Na sua avaliação, o mercado de capitais brasileiro passou por uma fase inovadora a partir de 2004, em virtude da nova Lei das S.A. e do papel assumido pela CVM que ganhou maior independência para atuar como “xerife” do mercado. “A governança, porém, não é apenas para quem tem ações negociadas em bolsa, pois as instituições de crédito hoje já classificam as empresas com base em suas práticas corporativas.”

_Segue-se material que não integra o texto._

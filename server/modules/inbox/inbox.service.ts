import type { AccessRole } from '../../../src/shared/constants';
import type { InboxEntryView, InboxView } from '../../../src/shared/schemas/inbox';
import type { Db } from '../../db/client';
import type { Actor } from '../../lib/actor';
import { balanceCents } from '../../../src/shared/policies/payments';
import { accessRoles } from '../../../src/shared/policies/projects';
import { listVisibleProjects, rolesByProject, type ProjectRow } from '../projects/projects.repository';
import { presentCounts, presentEntry, type EntryDraft } from './inbox.presenter';
import {
  changeOrderWaits,
  followsInvitations,
  payAppStep,
  paymentDue,
  paymentDueAt,
  waiverStep,
} from '../../../src/shared/policies/inbox';
import * as repo from './inbox.repository';

type Scope = { project: ProjectRow; roles: AccessRole[] };

/**
 * What waits on the actor across every job the actor can see: each project's rows are judged with the actor's
 * roles on that project only, so nothing of a job the actor is not on is ever read.
 */
export async function inboxFor(db: Db, actor: Actor, now = new Date()): Promise<InboxView> {
  const projects = await listVisibleProjects(db, actor.userId, actor.isAdmin ? actor.companyId : null);
  const roleRows = await rolesByProject(
    db,
    actor.userId,
    projects.map((p) => p.id),
  );
  const scopes = new Map<string, Scope>(
    projects.map((project) => {
      const mine = roleRows.filter((r) => r.projectId === project.id).map((r) => r.role);
      return [project.id, { project, roles: accessRoles(actor, project, mine) }];
    }),
  );
  const ids = [...scopes.keys()];
  // Sequential: on the embedded database the queries share one connection anyway.
  const apps = await repo.unfinishedPayApps(db, ids);
  const paidApps = await repo.paidPayApps(db, ids);
  const appIds = [...apps, ...paidApps].map((a) => a.id);
  const attempts = await repo.paymentsOf(db, appIds);
  const waivers = await repo.waiversOf(db, appIds);
  const changeOrders = await repo.proposedChangeOrders(db, ids);
  const invitations = await repo.unacceptedInvitations(db, ids);

  const entries: InboxEntryView[] = [];
  const add = (scope: Scope, e: EntryDraft) => entries.push(presentEntry(scope.project, e, now));
  const pathOf = (s: Scope) => `/projects/${s.project.id}`;

  for (const app of apps) {
    const scope = scopes.get(app.projectId)!;
    const label = `pay application ${app.number}`;
    const step = payAppStep(app.status, scope.roles, app.openDisputes);
    if (step) {
      const since = toDate(app.enteredAt) ?? (app.status === 'submitted' ? app.submittedAt : null) ?? app.createdAt;
      const title = {
        pay_app_submit: `Submit ${label}`,
        pay_app_review: `Review ${label}`,
        pay_app_certify: `Certify ${label}`,
        pay_app_revise: `Revise and resubmit ${label}`,
        pay_app_answer: `Answer the disputes on ${label}`,
      }[step as 'pay_app_submit'];
      const detail =
        step === 'pay_app_answer'
          ? `${app.openDisputes} disputed ${app.openDisputes === 1 ? 'line' : 'lines'}, returned at revision ${app.revision}`
          : app.revision > 0
            ? `Revision ${app.revision}`
            : '';
      add(scope, {
        id: `${step}:${app.id}`,
        kind: step,
        title,
        detail,
        amountCents: app.currentDueCents,
        period: { start: app.periodStart, end: app.periodEnd },
        since,
        href: `${pathOf(scope)}/pay-apps/${app.id}`,
      });
    }
    const mine = attempts.filter((a) => a.payAppId === app.id);
    if (app.certifiedAt && paymentDue(app, scope.roles, mine)) {
      add(scope, {
        id: `payment_due:${app.id}`,
        kind: 'payment_due',
        title: `Payment due on ${label}`,
        detail: app.paidCents > 0 ? 'Balance left after a partial payment' : 'Certified for payment',
        amountCents: balanceCents(app, 0),
        period: { start: app.periodStart, end: app.periodEnd },
        since: app.certifiedAt,
        dueAt: paymentDueAt(app.certifiedAt, scope.project.paymentTermsDays),
        // The owner pays from the application itself, whose payment card takes the payment.
        href: `${pathOf(scope)}/pay-apps/${app.id}`,
      });
    }
  }

  for (const app of [...apps, ...paidApps]) {
    const scope = scopes.get(app.projectId)!;
    const paid = attempts.filter((a) => a.payAppId === app.id);
    const issued = waivers.filter((w) => w.payAppId === app.id);
    for (const w of waiverStep(app, scope.roles, paid, issued)) {
      const settled = paid.filter((p) => p.status === 'succeeded').at(-1);
      const unconditional = w.waiver.startsWith('unconditional');
      const since = unconditional ? (settled?.settledAt ?? settled?.createdAt) : app.certifiedAt;
      add(scope, {
        id: `${w.kind}:${w.waiver}:${app.id}`,
        kind: w.kind,
        title: `${w.kind === 'waiver_sign' ? 'Sign' : 'Ask for'} the ${WAIVER_WORDS[w.waiver]} on pay application ${app.number}`,
        detail: unconditional ? 'The payment has settled' : 'The application is certified',
        amountCents: w.amountCents,
        since: since ?? now,
        href: `${pathOf(scope)}/waivers`,
      });
    }
  }

  for (const co of changeOrders) {
    const scope = scopes.get(co.projectId)!;
    if (!changeOrderWaits(co, scope.roles, scope.project.ownerApprovesChangeOrders)) continue;
    add(scope, {
      id: `change_order_decide:${co.id}`,
      kind: 'change_order_decide',
      title: `Decide change order ${co.number}: ${co.title}`,
      detail: co.gcApprovedAt
        ? `Proposed by ${co.proposedBy}; the general contractor has approved`
        : `Proposed by ${co.proposedBy}`,
      amountCents: null,
      since: co.createdAt,
      href: `${pathOf(scope)}/change-orders/${co.id}`,
    });
  }

  for (const inv of invitations) {
    const scope = scopes.get(inv.projectId)!;
    if (!followsInvitations(scope.roles, inv.role)) continue;
    const expired = inv.expiresAt.getTime() <= now.getTime();
    add(scope, {
      id: `invitation_pending:${inv.id}`,
      kind: 'invitation_pending',
      title: expired
        ? `Invitation to ${inv.email} expired: send a new one`
        : `Invitation to ${inv.email} not accepted yet`,
      detail: `Invited as ${ROLE_WORDS[inv.role]}`,
      amountCents: null,
      since: inv.createdAt,
      dueAt: inv.expiresAt,
      href: `${pathOf(scope)}/people`,
    });
  }

  entries.sort((a, b) => Number(b.overdue) - Number(a.overdue) || a.since.localeCompare(b.since));
  return { entries, counts: presentCounts(entries) };
}

const toDate = (v: Date | string | null) => (v === null ? null : v instanceof Date ? v : new Date(v));

const WAIVER_WORDS = {
  conditional_progress: 'conditional progress waiver',
  unconditional_progress: 'unconditional progress waiver',
  conditional_final: 'conditional final waiver',
  unconditional_final: 'unconditional final waiver',
} as const;

const ROLE_WORDS = {
  subcontractor: 'subcontractor',
  general_contractor: 'general contractor',
  owner: 'owner',
} as const;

A gerente de desenvolvimento de empresas da Bovespa, Wang Jiang Horng, informou que, de 2004 a abril deste ano, a média diária anual negociada na bolsa subiu de R$ 1,2 bi para 3,4 bilhões. “A Bolsa está cumprindo seu papel de ser uma fonte financiadora para as empresas.”
Já a representante do Ibracon, Ana Maria Elorrieta, observou que a ética está na base da governança corporativa, e os princípios básicos estão escorados na transparência, prestação de contas, equidade e responsabilidade corporativa. “E o trabalho do auditor envolve todos esses princípios.”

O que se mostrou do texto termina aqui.